3. The vacuum ultraviolet light detector according to claim 1 or 2, wherein an insulating layer is disposed between the graphene conductive layer and the silicon substrate, the insulating layer is disposed on a surface of the silicon substrate except the groove, and the graphene conductive layer is in contact with the insulating layer and the AlN micron line array.

4. The vacuum ultraviolet light detector according to claim 3, wherein the width of the upper opening of the inverted trapezoidal groove is 5 to 7 μm, the width of the bottom of the inverted trapezoidal groove is 3 to 5 μm, and the depth of the inverted trapezoidal groove is 3 to 5 μm; the width of the insulating layer between adjacent inverted trapezoidal grooves is 1-3 mu m.

5. The vacuum ultraviolet light detector of claim 1, wherein the graphene conductive layer is single-layer graphene, and the single-layer graphene is transferred to the surface of the AlN nanowire array by a wet method.

6. The vacuum ultraviolet light detector according to claim 1, wherein a thin AlN buffer layer is provided between the silicon substrate and the AlN microwire, and has a thickness of 10 to 28 nm.

7. The vacuum ultraviolet light detector according to claim 1, wherein the insulating layer is preferably silicon dioxide or silicon nitride, and the thickness of the insulating layer is 50-450 nm; the metal electrode layer is preferably silver, and the thickness of the metal electrode layer is 100-200 nm; the crystal orientation of the silicon substrate is preferably <100 >.

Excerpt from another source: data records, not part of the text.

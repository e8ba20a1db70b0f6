import { type Corner, depthOf, type SectionDimensions, type TeeDimensions, widthOf } from './dimensions';
import { roundCorners } from './rings';

const box = (z0: number, y0: number, z1: number, y1: number, r: number): Corner[] => [
  { z: z0, y: y0, r },
  { z: z1, y: y0, r },
  { z: z1, y: y1, r },
  { z: z0, y: y1, r },
];

/**
 * The rings of a section, from its left edge and its bottom, m: an outer one anticlockwise and first, a hole clockwise
 * after it. A circle is a square with corners of its radius; a section known by its values is the box of its sizes.
 */
export function outlineCorners(d: SectionDimensions): readonly (readonly Corner[])[] {
  switch (d.shape) {
    case 'i':
      return [flangedCorners({ ...PARALLEL, ...d }, (d.b - d.tw) / 2)];
    case 'tapered_i':
      return [flangedCorners(d, (d.b - d.tw) / 2)];
    case 'channel':
      return [flangedCorners({ ...PARALLEL, ...d }, 0)];
    case 'tapered_channel':
      return [flangedCorners(d, 0)];
    case 'tee':
      return [teeCorners(d)];
    case 'angle':
      return [
        [
          { z: 0, y: 0, r: 0 },
          { z: d.b, y: 0, r: 0 },
          { z: d.b, y: d.t, r: d.toe },
          { z: d.t, y: d.t, r: d.r },
          { z: d.t, y: d.h, r: d.toe },
          { z: 0, y: d.h, r: 0 },
        ],
      ];
    case 'rhs':
    case 'shs':
      return [box(0, 0, d.b, d.h, d.ro), box(d.t, d.t, d.b - d.t, d.h - d.t, d.ri).reverse()];
    case 'chs':
      return [box(0, 0, d.d, d.d, d.d / 2), box(d.t, d.t, d.d - d.t, d.d - d.t, d.d / 2 - d.t).reverse()];
    case 'rectangle':
    case 'values':
      return [box(0, 0, d.b, d.h, 0)];
    case 'round':
      return [box(0, 0, d.d, d.d, d.d / 2)];
    case 'outline':
      return placed(d.rings);
  }
}

/** Moved so that the left edge and the bottom are at 0, wherever they were drawn. */
function placed(rings: readonly (readonly Corner[])[]): Corner[][] {
  const corners = rings.flat();
  const left = Math.min(...corners.map(({ z }) => z));
  const bottom = Math.min(...corners.map(({ y }) => y));
  return rings.map((ring) => ring.map(({ z, y, r }) => ({ z: z - left, y: y - bottom, r })));
}

const PARALLEL = { slope: 0, at: 0, toe: 0 };

type Flanges = {
  h: number;
  b: number;
  tw: number;
  tf: number;
  r: number;
  slope: number;
  at: number;
  toe: number;
};

function flangedCorners(d: Flanges, back: number): Corner[] {
  const { h, b, r, toe } = d;
  const face = back + d.tw;
  const tip = d.tf - d.slope * d.at;
  const root = tip + d.slope * (b - face);
  const right: Corner[] = [
    { z: 0, y: 0, r: 0 },
    { z: b, y: 0, r: 0 },
    { z: b, y: tip, r: toe },
    { z: face, y: root, r },
    { z: face, y: h - root, r },
    { z: b, y: h - tip, r: toe },
    { z: b, y: h, r: 0 },
    { z: 0, y: h, r: 0 },
  ];
  if (back === 0) return right;
  return [
    ...right,
    { z: 0, y: h - tip, r: toe },
    { z: back, y: h - root, r },
    { z: back, y: root, r },
    { z: 0, y: tip, r: toe },
  ];
}

function teeCorners({ h, b, tw, tf, r }: TeeDimensions): Corner[] {
  const [left, right] = [(b - tw) / 2, (b + tw) / 2];
  return [
    { z: left, y: 0, r: 0 },
    { z: right, y: 0, r: 0 },
    { z: right, y: h - tf, r },
    { z: b, y: h - tf, r: 0 },
    { z: b, y: h, r: 0 },
    { z: 0, y: h, r: 0 },
    { z: 0, y: h - tf, r: 0 },
    { z: left, y: h - tf, r },
  ];
}

const MM = 1000;
const figure = (metres: number) => String(Number((metres * MM).toFixed(3)));

/**
 * The outline as SVG path data in mm, x from the left edge and y down from the top, true to scale with root and
 * corner radii; fill it with the even-odd rule. Width and height are in mm too.
 */
export function outlinePath(d: SectionDimensions): { path: string; width: number; height: number } {
  const depth = depthOf(d);
  const point = ({ z, y }: { z: number; y: number }) => `${figure(z)} ${figure(depth - y)}`;
  const rings = outlineCorners(d).map((ring) => {
    const steps = roundCorners(ring).map(({ start, end, r, left }, index) => {
      const line = `${index === 0 ? 'M' : 'L'}${point(start)}`;
      // the mirrored y turns an anticlockwise corner into sweep 0
      return r > 0 ? `${line}A${figure(r)} ${figure(r)} 0 0 ${left ? 0 : 1} ${point(end)}` : line;
    });
    return `${steps.join('')}Z`;
  });
  return { path: rings.join(''), width: widthOf(d) * MM, height: depth * MM };
}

8. A method for preparing a micrometer line array vacuum ultraviolet detector with a vertical structure is characterized by comprising the following steps:

9. The preparation method according to claim 8, wherein in the transferring step of the single-layer graphene, the single-layer graphene with the Cu substrate and the PMMA film is selected, the Cu substrate is removed by using an aqueous solution of ferric chloride, then the single-layer graphene with the PMMA film is transferred to the surface of the p-type silicon substrate, and is dried after being naturally dried, and then the PMMA film is removed, wherein the drying temperature is preferably 40 ℃.

10. The method according to claim 9, further comprising epitaxially growing a thin AlN buffer layer on the sidewall before epitaxially growing the n-type AlN micro-wire array, wherein the AlN buffer layer uses nitrogen as a carrier gas, the chamber pressure is set to be 340-420 mbar, the temperature is set to be 800-900 ℃, trimethylaluminum and ammonia gas are introduced, the dosage of the trimethylaluminum and the ammonia gas are respectively 150-250 sccm and 400-600 sccm, and the thickness of the AlN buffer layer is 10-28 nm; keeping the pressure of the chamber unchanged, adjusting the temperature of the chamber to be 960-1020 ℃, the flow rate of trimethylaluminum to be 10-40 sccm and the flow rate of ammonia gas to be 2000-3000 sccm, and growing the n-type AlN microwire on the thin AlN buffer layer by adopting low-temperature epitaxial growth.